- Born: Robert W. Rossell September 23, 1936 Wrightstown, New Jersey, U.S.
- Died: March 24, 2026 (aged 89) Jacobstown, New Jersey, U.S.
- Debut season: 1958

Modified racing career
- Car number: 56
- Wins: 51+
- Finished last season: 1977

= Bob Rossell =

American modified racing driver (1936–2026)

Robert W. Rossell (September 23, 1936 – March 24, 2026) was an American pioneering driver of modified stock cars. Before his retirement, he was also a much sought-after car builder and fabricator, with many top drivers finding success in Rossell racers, with its signature square tubing.

==Racing career==
Rossell began his career in 1958 at what is now New Egypt Speedway, New Jersey, with an old Chevy coupe and a junkyard engine. He has since competed and been victorious at the renowned northeast racetracks including Flemington Speedway and Old Bridge Speedway in New Jersey; Langhorne Speedway and Nazareth Speedway in Pennsylvania; Orange County Fair Speedway in Middletown, New York; Marlboro Motor Raceway in Maryland, and the Southside Speedway in Midlothian, Virginia.

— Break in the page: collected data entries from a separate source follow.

"""The coupler's centrodes over the cycle, from a sweep (vectorised over its arrays).

The centrodes are the paths of a link's instantaneous centre relative to the frame (the fixed
centrode) and relative to the link itself (the moving centrode, in the link's own frame: origin
at its first point, x along its first two points). For a link turning at ω with a point P
moving at v_P the centre is P + perp(v_P)/ω; where it runs off towards infinity (the link
momentarily translating) the polylines break. The moving centrode rolls on the fixed one
without slipping as the linkage moves.
"""

from __future__ import annotations

from dataclasses import dataclass

import numpy as np

from ..errors import KinematicsError
from ..model.mechanism import GROUND
from .sweep import Sweep

# A centre farther than this many mechanism sizes from the linkage leaves the centrode's polyline.
CENTRODE_REACH = 20.0


@dataclass(frozen=True)
class Centrodes:
    """``fixed`` and ``moving``: tuples of (k, 2) arrays in metres, one per finite stretch;
    ``driver_angle_deg``: the (k,) driver angles of each stretch's points, in the same order."""

    link: str
    fixed: tuple
    moving: tuple
    driver_angle_deg: tuple


def coupler_of(mech) -> str:
    """The first link (file order) with no point on the frame: a four-bar's or slider-crank's coupler."""
    link = next((k for k, pts in mech.links.items() if not any(GROUND in mech.bodies_of(p) for p in pts)), None)
    if link is None:
        raise KinematicsError("every link is pivoted on the frame: there is no coupler", "links")
    return link


def _stretches(points: np.ndarray, finite: np.ndarray, closes: bool) -> tuple:
    breaks = np.flatnonzero(np.diff(finite.astype(int)) != 0) + 1
    pieces = [piece for piece, ok in zip(np.split(points, breaks), np.split(finite, breaks), strict=True) if ok[0]]
    if closes and len(pieces) > 1 and finite[0] and finite[-1]:  # the turn's end runs on into its start
        pieces[0] = np.concatenate([pieces.pop(), pieces[0]])
    return tuple(piece for piece in pieces if len(piece) > 1)


def centrodes(result: Sweep, link: str | None = None) -> Centrodes:
    """Fixed and moving centrodes of ``link`` (the coupler by default) over the sweep."""
    mech = result.mechanism
    link = link or coupler_of(mech)
    if link not in mech.links:
        raise KinematicsError(f'unknown link "{link}"', "link")
    first, second = (result.point_names.index(p) for p in mech.links[link][:2])
    p = result.positions[:, first, 0] + 1j * result.positions[:, first, 1]
    q = result.positions[:, second, 0] + 1j * result.positions[:, second, 1]
    v = result.velocities[:, first, 0] + 1j * result.velocities[:, first, 1]
    omega = result.angular_velocity[link]
    size = mech.size * mech.metres_per_unit
    reach = CENTRODE_REACH * size
    with np.errstate(divide="ignore", invalid="ignore"):
        centre = p + 1j * v / omega
        finite = np.isfinite(centre) & (np.abs(centre - p) <= reach)
        centre = np.where(finite, centre, p)
    body = (centre - p) * np.conj((q - p) / np.abs(q - p))
    xy = np.stack([centre.real, centre.imag], axis=-1)
    uv = np.stack([body.real, body.imag], axis=-1)
    closes = result.full_turn and result.closes
    return Centrodes(link=link, fixed=_stretches(xy, finite, closes), moving=_stretches(uv, finite, closes),
                     driver_angle_deg=_stretches(result.driver_angle_deg, finite, closes))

Rossell captured NASCAR' s Battle of Bull Run at Old Dominion Speedway in Manassas, Virginia in 1963, and twice won the Garden State Classic at Wall Stadium, New Jersey. He was first to cross the finish line in the1963 New Yorker 400 at Utica-Rome Speedway in Vernon, New York, but the win was reversed when NASCAR determined fellow driver Rene Charland had pushed Rossell across the line when he ran out of gas.

==Retirement and death==
After his retirement from racing, Rossell went on to a second career building sulkies for Standardbred horses. He was inducted into the Eastern Motorsports Press Association and the Northeast Dirt Modified Halls of Fame.

Rossell died after a long illness in Jacobstown, New Jersey, on March 24, 2026, at the age of 89.